(DATA FOR THIS TASK Opens)

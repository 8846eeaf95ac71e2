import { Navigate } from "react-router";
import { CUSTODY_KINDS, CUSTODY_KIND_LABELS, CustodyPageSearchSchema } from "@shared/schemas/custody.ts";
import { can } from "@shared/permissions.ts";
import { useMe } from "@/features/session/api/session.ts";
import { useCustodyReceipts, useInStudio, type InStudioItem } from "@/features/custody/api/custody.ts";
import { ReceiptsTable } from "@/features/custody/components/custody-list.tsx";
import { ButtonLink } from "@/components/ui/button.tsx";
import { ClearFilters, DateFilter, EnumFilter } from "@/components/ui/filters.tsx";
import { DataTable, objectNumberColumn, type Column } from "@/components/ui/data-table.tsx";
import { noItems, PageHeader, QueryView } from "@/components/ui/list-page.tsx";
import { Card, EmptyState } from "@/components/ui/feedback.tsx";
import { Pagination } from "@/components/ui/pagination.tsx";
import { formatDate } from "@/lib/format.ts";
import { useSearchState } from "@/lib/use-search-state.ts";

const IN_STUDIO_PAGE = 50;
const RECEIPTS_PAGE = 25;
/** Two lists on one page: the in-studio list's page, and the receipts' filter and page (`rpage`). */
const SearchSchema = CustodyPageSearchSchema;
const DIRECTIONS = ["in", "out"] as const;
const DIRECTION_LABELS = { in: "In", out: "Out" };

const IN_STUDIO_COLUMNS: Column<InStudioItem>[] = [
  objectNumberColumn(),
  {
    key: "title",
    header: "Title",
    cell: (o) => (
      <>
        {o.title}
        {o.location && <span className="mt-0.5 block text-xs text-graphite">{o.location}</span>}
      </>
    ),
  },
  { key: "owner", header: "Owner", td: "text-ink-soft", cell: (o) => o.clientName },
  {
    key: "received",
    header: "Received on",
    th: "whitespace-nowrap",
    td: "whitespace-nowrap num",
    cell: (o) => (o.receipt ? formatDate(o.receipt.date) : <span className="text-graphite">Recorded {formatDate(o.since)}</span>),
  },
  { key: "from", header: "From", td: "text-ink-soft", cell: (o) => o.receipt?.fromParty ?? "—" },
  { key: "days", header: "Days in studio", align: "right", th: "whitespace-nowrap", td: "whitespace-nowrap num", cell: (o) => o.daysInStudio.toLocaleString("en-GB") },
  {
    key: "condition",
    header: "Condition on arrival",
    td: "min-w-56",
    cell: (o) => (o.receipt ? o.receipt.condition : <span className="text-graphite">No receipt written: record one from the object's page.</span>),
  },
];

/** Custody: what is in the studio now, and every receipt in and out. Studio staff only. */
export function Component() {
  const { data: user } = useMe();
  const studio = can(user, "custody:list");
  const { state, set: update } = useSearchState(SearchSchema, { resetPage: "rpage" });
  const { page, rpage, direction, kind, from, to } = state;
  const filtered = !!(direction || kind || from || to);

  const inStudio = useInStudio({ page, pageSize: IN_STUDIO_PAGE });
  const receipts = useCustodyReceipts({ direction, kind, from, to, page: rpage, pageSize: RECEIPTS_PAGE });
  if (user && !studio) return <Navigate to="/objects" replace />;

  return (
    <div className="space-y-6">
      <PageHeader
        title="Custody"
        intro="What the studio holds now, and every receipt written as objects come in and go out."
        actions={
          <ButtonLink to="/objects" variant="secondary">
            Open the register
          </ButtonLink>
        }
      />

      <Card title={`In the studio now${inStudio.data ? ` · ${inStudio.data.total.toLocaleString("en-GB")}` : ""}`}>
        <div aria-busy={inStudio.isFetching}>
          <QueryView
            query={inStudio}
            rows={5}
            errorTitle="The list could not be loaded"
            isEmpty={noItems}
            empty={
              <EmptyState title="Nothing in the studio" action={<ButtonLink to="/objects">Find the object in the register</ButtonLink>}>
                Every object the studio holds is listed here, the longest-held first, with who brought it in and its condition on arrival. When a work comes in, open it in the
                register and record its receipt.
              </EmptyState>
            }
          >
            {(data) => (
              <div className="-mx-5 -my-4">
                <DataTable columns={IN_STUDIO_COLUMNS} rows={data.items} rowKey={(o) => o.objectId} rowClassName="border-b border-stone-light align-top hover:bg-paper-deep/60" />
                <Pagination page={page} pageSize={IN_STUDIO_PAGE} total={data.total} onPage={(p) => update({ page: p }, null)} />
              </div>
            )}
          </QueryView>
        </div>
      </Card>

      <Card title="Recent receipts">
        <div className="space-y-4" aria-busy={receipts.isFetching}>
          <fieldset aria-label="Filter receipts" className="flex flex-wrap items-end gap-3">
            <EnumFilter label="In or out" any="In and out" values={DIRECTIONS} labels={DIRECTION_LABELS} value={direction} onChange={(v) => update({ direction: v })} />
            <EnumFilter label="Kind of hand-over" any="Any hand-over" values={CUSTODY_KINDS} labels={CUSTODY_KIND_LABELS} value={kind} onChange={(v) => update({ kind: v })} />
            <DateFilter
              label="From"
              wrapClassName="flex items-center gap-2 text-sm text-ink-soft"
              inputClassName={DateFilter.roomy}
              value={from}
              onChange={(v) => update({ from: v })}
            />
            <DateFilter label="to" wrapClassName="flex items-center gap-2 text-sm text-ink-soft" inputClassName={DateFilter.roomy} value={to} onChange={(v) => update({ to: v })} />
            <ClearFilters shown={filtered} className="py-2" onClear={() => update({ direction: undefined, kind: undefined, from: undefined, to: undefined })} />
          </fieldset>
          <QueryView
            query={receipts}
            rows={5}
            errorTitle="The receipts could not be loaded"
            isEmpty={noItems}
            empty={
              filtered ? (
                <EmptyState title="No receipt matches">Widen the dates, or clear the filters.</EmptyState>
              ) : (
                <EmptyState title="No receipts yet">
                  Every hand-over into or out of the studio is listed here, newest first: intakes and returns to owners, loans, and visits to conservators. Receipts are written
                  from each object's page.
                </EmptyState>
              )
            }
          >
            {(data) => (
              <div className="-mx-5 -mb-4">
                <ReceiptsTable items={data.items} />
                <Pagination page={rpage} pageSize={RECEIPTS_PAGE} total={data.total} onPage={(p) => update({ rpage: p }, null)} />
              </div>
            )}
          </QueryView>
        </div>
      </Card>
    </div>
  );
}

(DATA FOR THIS TASK Closes)

Provide an exact reproduction of all the entries shown above.

FINISHED EXERCISE:
repository 8846eeaf95ac71e2
import { Navigate } from "react-router";
import { CUSTODY_KINDS, CUSTODY_KIND_LABELS, CustodyPageSearchSchema } from "@shared/schemas/custody.ts";
import { can } from "@shared/permissions.ts";
import { useMe } from "@/features/session/api/session.ts";
import { useCustodyReceipts, useInStudio, type InStudioItem } from "@/features/custody/api/custody.ts";
import { ReceiptsTable } from "@/features/custody/components/custody-list.tsx";
import { ButtonLink } from "@/components/ui/button.tsx";
import { ClearFilters, DateFilter, EnumFilter } from "@/components/ui/filters.tsx";
import { DataTable, objectNumberColumn, type Column } from "@/components/ui/data-table.tsx";
import { noItems, PageHeader, QueryView } from "@/components/ui/list-page.tsx";
import { Card, EmptyState } from "@/components/ui/feedback.tsx";
import { Pagination } from "@/components/ui/pagination.tsx";
import { formatDate } from "@/lib/format.ts";
import { useSearchState } from "@/lib/use-search-state.ts";

const IN_STUDIO_PAGE = 50;
const RECEIPTS_PAGE = 25;
/** Two lists on one page: the in-studio list's page, and the receipts' filter and page (`rpage`). */
const SearchSchema = CustodyPageSearchSchema;
const DIRECTIONS = ["in", "out"] as const;
const DIRECTION_LABELS = { in: "In", out: "Out" };

const IN_STUDIO_COLUMNS: Column<InStudioItem>[] = [
  objectNumberColumn(),
  {
    key: "title",
    header: "Title",
    cell: (o) => (
      <>
        {o.title}
        {o.location && <span className="mt-0.5 block text-xs text-graphite">{o.location}</span>}
      </>
    ),
  },
  { key: "owner", header: "Owner", td: "text-ink-soft", cell: (o) => o.clientName },
  {
    key: "received",
    header: "Received on",
    th: "whitespace-nowrap",
    td: "whitespace-nowrap num",
    cell: (o) => (o.receipt ? formatDate(o.receipt.date) : <span className="text-graphite">Recorded {formatDate(o.since)}</span>),
  },
  { key: "from", header: "From", td: "text-ink-soft", cell: (o) => o.receipt?.fromParty ?? "—" },
  { key: "days", header: "Days in studio", align: "right", th: "whitespace-nowrap", td: "whitespace-nowrap num", cell: (o) => o.daysInStudio.toLocaleString("en-GB") },
  {
    key: "condition",
    header: "Condition on arrival",
    td: "min-w-56",
    cell: (o) => (o.receipt ? o.receipt.condition : <span className="text-graphite">No receipt written: record one from the object's page.</span>),
  },
];

/** Custody: what is in the studio now, and every receipt in and out. Studio staff only. */
export function Component() {
  const { data: user } = useMe();
  const studio = can(user, "custody:list");
  const { state, set: update } = useSearchState(SearchSchema, { resetPage: "rpage" });
  const { page, rpage, direction, kind, from, to } = state;
  const filtered = !!(direction || kind || from || to);

  const inStudio = useInStudio({ page, pageSize: IN_STUDIO_PAGE });
  const receipts = useCustodyReceipts({ direction, kind, from, to, page: rpage, pageSize: RECEIPTS_PAGE });
  if (user && !studio) return <Navigate to="/objects" replace />;

  return (
    <div className="space-y-6">
      <PageHeader
        title="Custody"
        intro="What the studio holds now, and every receipt written as objects come in and go out."
        actions={
          <ButtonLink to="/objects" variant="secondary">
            Open the register
          </ButtonLink>
        }
      />

      <Card title={`In the studio now${inStudio.data ? ` · ${inStudio.data.total.toLocaleString("en-GB")}` : ""}`}>
        <div aria-busy={inStudio.isFetching}>
          <QueryView
            query={inStudio}
            rows={5}
            errorTitle="The list could not be loaded"
            isEmpty={noItems}
            empty={
              <EmptyState title="Nothing in the studio" action={<ButtonLink to="/objects">Find the object in the register</ButtonLink>}>
                Every object the studio holds is listed here, the longest-held first, with who brought it in and its condition on arrival. When a work comes in, open it in the
                register and record its receipt.
              </EmptyState>
            }
          >
            {(data) => (
              <div className="-mx-5 -my-4">
                <DataTable columns={IN_STUDIO_COLUMNS} rows={data.items} rowKey={(o) => o.objectId} rowClassName="border-b border-stone-light align-top hover:bg-paper-deep/60" />
                <Pagination page={page} pageSize={IN_STUDIO_PAGE} total={data.total} onPage={(p) => update({ page: p }, null)} />
              </div>
            )}
          </QueryView>
        </div>
      </Card>

      <Card title="Recent receipts">
        <div className="space-y-4" aria-busy={receipts.isFetching}>
          <fieldset aria-label="Filter receipts" className="flex flex-wrap items-end gap-3">
            <EnumFilter label="In or out" any="In and out" values={DIRECTIONS} labels={DIRECTION_LABELS} value={direction} onChange={(v) => update({ direction: v })} />
            <EnumFilter label="Kind of hand-over" any="Any hand-over" values={CUSTODY_KINDS} labels={CUSTODY_KIND_LABELS} value={kind} onChange={(v) => update({ kind: v })} />
            <DateFilter
              label="From"
              wrapClassName="flex items-center gap-2 text-sm text-ink-soft"
              inputClassName={DateFilter.roomy}
              value={from}
              onChange={(v) => update({ from: v })}
            />
            <DateFilter label="to" wrapClassName="flex items-center gap-2 text-sm text-ink-soft" inputClassName={DateFilter.roomy} value={to} onChange={(v) => update({ to: v })} />
            <ClearFilters shown={filtered} className="py-2" onClear={() => update({ direction: undefined, kind: undefined, from: undefined, to: undefined })} />
          </fieldset>
          <QueryView
            query={receipts}
            rows={5}
            errorTitle="The receipts could not be loaded"
            isEmpty={noItems}
            empty={
              filtered ? (
                <EmptyState title="No receipt matches">Widen the dates, or clear the filters.</EmptyState>
              ) : (
                <EmptyState title="No receipts yet">
                  Every hand-over into or out of the studio is listed here, newest first: intakes and returns to owners, loans, and visits to conservators. Receipts are written
                  from each object's page.
                </EmptyState>
              )
            }
          >
            {(data) => (
              <div className="-mx-5 -mb-4">
                <ReceiptsTable items={data.items} />
                <Pagination page={rpage} pageSize={RECEIPTS_PAGE} total={data.total} onPage={(p) => update({ rpage: p }, null)} />
              </div>
            )}
          </QueryView>
        </div>
      </Card>
    </div>
  );
}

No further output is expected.